Donations are not accepted if the body is too large, too small or has a contagious disease. If they happen to be an organ donor as well, that takes precedence.
Garrison said the university doesn’t solicit donors, but it has enough to meet its needs.
“I always tell the potential donors and their families that they’re becoming teachers…. There’s nothing like the real thing, so it’s really needed,” she said.
That need for once-living donors is vital to Northeast Ohio Medical University (NEOMED)’s programs, said Dr. Hans Thewissen, who works as a professor of anatomy at the college.
While donations at NEOMED have increased, so too has its student population, making the need even greater.
“If you go take your car to a car mechanic, you expect that person to have seen cars before. They have to learn it somewhere. The same is true for medical students. They have to look at real bodies in order to have the best learning,” Thewissen said.
Thewissen said while most donors are motivated by the importance of advancing medical studies, others see a financial benefit.
“We do not pay anybody for their bodies, but then, they do not have the costs associated with death, such as burial and services,” he said.
There is no cost associated with body donations, although some universities have a fee for transportation and for filing a death certificate.
NEOMED’s body donation program, as well as many of Ohio’s medical programs, hold an annual memorial service for the deceased donors, which is well-attended by both family members and students.
The Cleveland Clinic Lerner College of Medicine pays for transporting the body, as well as for the cremation. The cremains are then returned to the family or buried at the college’s cost, according to Dr. Richard Drake, director of anatomy and professor of surgery at the college.

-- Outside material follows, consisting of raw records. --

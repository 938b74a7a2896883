"""Alternatives of unequal lives compared on an equal-service basis.

Present worth over each alternative's own life compares unequal periods of service and is a
textbook error when the lives differ. Two equal-service bases are offered:

* **equivalent annual worth** (the repeatability assumption): AW = PW x (A/P, r, N) over each
  alternative's own life N, at the real rate r since PW is in base-year money. Choosing by AW is
  the same as choosing by PW over a common multiple of the lives when each alternative is
  repeated with the same base-year cash flows;
* a **study period** T: each alternative's cash flows are cut at T and a terminal value put in
  their place at T (the user's estimate, or the straight-line unrecovered investment).

Equal lives need neither: every basis then decides as present worth does.

Pure numpy: arrays in, arrays out.

References
----------
W. G. Sullivan, E. M. Wicks, C. P. Koelling, Engineering Economy, 15th ed., Pearson, 2012,
ch. 6 "Comparison and selection among alternatives": the repeatability assumption, the
coterminated (study-period) assumption and the imputed or estimated market value at the end of the
study period (from memory). L. T. Blank, A. J. Tarquin, Engineering Economy, 7th ed., McGraw-Hill,
2012, ch. 5-6: PW over the least common multiple of lives, AW over one life cycle, study-period
analysis with estimated market values (from memory).
"""
from __future__ import annotations

import numpy as np

from ratescape.evaluate.kernel import capital_recovery_factor

__all__ = ["lives_differ", "annual_worth", "straight_line_terminal_value", "cut_at_study_period"]


def lives_differ(horizon) -> bool:
    """True when the alternatives of a group have different lives (horizons in periods).

    >>> lives_differ([6, 9]), lives_differ([5, 5, 5])
    (True, False)
    """
    h = np.asarray(horizon)
    return bool(h.size > 1 and np.any(h != h.flat[0]))


def annual_worth(pw, years, real_rate):
    """Equivalent uniform annual worth of each alternative, AW = PW x (A/P, r, N).

    Parameters
    ----------
    pw : array_like, shape (A, S) [base-year currency]
        Present worth of A alternatives in S scenarios (or at S points).
    years : array_like, shape (A,) [years]
        Each alternative's own life N (its horizon in periods / periods per year), > 0.
    real_rate : array_like, shape (S,) [fraction per year], > -1
        The real discount rate of each scenario: PW is in base-year money, so the annual amount
        in base-year money uses the real rate. At r = 0, (A/P, 0, N) = 1/N.

    Returns
    -------
    ndarray, shape (A, S) [base-year currency per year]

    References
    ----------
    Sullivan, Wicks & Koelling, Engineering Economy, 15th ed., Pearson, 2012, sec. 6.4 (the
    repeatability assumption: AW over one life cycle; from memory). Blank & Tarquin, Engineering
    Economy, 7th ed., McGraw-Hill, 2012, sec. 6.1 (AW over one life cycle; from memory).

    Examples
    --------
    >>> round(float(annual_worth([[-27813.5]], [6], [0.15])[0, 0]), 1)   # Blank & Tarquin vendor A
    -7349.4
    """
    w = np.asarray(pw, dtype=float)
    n = np.asarray(years, dtype=float)
    r = np.asarray(real_rate, dtype=float)
    if w.ndim != 2 or n.shape != (w.shape[0],) or r.shape != (w.shape[1],):
        raise ValueError(f"pw must be (A, S), years (A,) and real_rate (S,); got {w.shape}, {n.shape}, {r.shape}")
    if np.any(~(n > 0)):
        raise ValueError("years must be positive")
    return w * capital_recovery_factor(r[None, :], n[:, None])


def straight_line_terminal_value(first_cost, salvage, life, study_period):
    """Unrecovered investment at the end of a study period by straight-line capital recovery.

    B_T = I - (I - S) T / N for an alternative whose life N exceeds the study period T: the book
    value of the first cost I recovered in equal parts over the life down to its salvage S
    (I (N - T) / N when S = 0). An alternative that ends at T keeps its own flows (its salvage
    at T): 0 is returned for N <= T.

    Parameters
    ----------
    first_cost : array_like (A,) [base-year currency], paid, positive
    salvage : array_like (A,) [base-year currency], received at N, >= 0
    life : array_like (A,) [periods]
    study_period : int [periods]

    References
    ----------
    Straight-line depreciation's book value (common practice), used as the estimated value of
    an asset at the end of a study period where no market value is estimated; Sullivan, Wicks &
    Koelling, Engineering Economy, 15th ed., Pearson, 2012, sec. 6.4 (the study-period approach
    needs a value of each alternative at the end of the study period; from memory).

    Examples
    --------
    >>> straight_line_terminal_value([18000.0], [2000.0], [9], 6).round(2).tolist()
    [7333.33]
    """
    i = np.asarray(first_cost, dtype=float)
    s = np.asarray(salvage, dtype=float)
    n = np.asarray(life, dtype=float)
    T = float(study_period)
    with np.errstate(divide="ignore", invalid="ignore"):
        value = i - (i - s) * T / n
    return np.where(n > T, value, 0.0)


def cut_at_study_period(amounts, study_period: int, collapse=None):
    """Cash flows cut at the study period T: periods after T dropped, or moved to T.

    Parameters
    ----------
    amounts : array_like, shape (C, A, T_total) [currency]
        Amounts by line class, alternative and period.
    study_period : int
        T in periods; periods T + 1, T + 2, ... are cut.
    collapse : array_like of bool, shape (C,), optional
        Classes whose amounts after T are summed into period T instead of dropped: the tax
        shield of depreciation not yet taken (the remaining tax book value, written off at a
        disposal at T) and loan lines (paid off at T; undiscounted, a screening simplification).

    Returns
    -------
    ndarray, shape (C, A, T_total), periods after T zero.

    Examples
    --------
    >>> cut_at_study_period([[[1.0, 2.0, 3.0, 4.0]]], 1, collapse=[True]).tolist()
    [[[1.0, 9.0, 0.0, 0.0]]]
    """
    a = np.array(amounts, dtype=float)
    T = int(study_period)
    if a.ndim != 3:
        raise ValueError(f"amounts must have shape (C, A, T), got {a.shape}")
    if T < 0:
        raise ValueError("study_period must be >= 0")
    if T + 1 >= a.shape[2]:
        return a
    if collapse is not None:
        c = np.asarray(collapse, dtype=bool)
        a[c, :, T] += a[c, :, T + 1:].sum(axis=-1)
    a[:, :, T + 1:] = 0.0
    return a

“Obviously, it is a savings in money, and I’m sure some people are looking at that aspect of it. Some of the people that pass away want to donate not only for helping mankind, but also to help reduce the financial burden to their family,” he said.
The choice to donate to science is quite a cost-savings, especially as funeral costs continue to rise.
There has been a 28 percent increase in average funeral costs from 2004 to 2014, according to a report released by the National Funeral Directors Association. The average price for a funeral with viewing and burial is just over $7,000.
Stephen Kemp, with Haley Funeral Directors in Southfield, Michigan and board member of the National Funeral Directors Association, said while prices have increased, it is representative of rising costs that other businesses also face. He said costs for funerals vary, and financial programs are available to help families of the deceased plan a ceremony.
Kemp, who used to work in Youngstown, said there has been a move to alternative choices after death, however.
“Yes, our business model has changed somewhat in that people want a different kind of disposition, so we certainly will do that,” he said. “And yes, cremation has grown in terms of what people want to decide to do and some of that in some economic communities, such as where I am in Detroit, it is certainly sometimes an economic decision…”
Kemp added that even if someone chooses not to have a traditional burial and funeral services, funeral directors can assist family members with their options, including body donation.
Those who are interested in learning more about body donation options can contact any of Ohio’s medical schools or the companies, like MedCure and Science Care.
Ellsworth stresses making your wishes known to your family if you choose to register as a donor.
Vaughn said despite some questions from her parents, her family was generally supportive of the process.
“I just feel that the med students have so much information that they have to get into their heads until they get to the part where they start practicing medicine,” she said. “I just think that in any ways that we can help them, that I felt good about doing that.”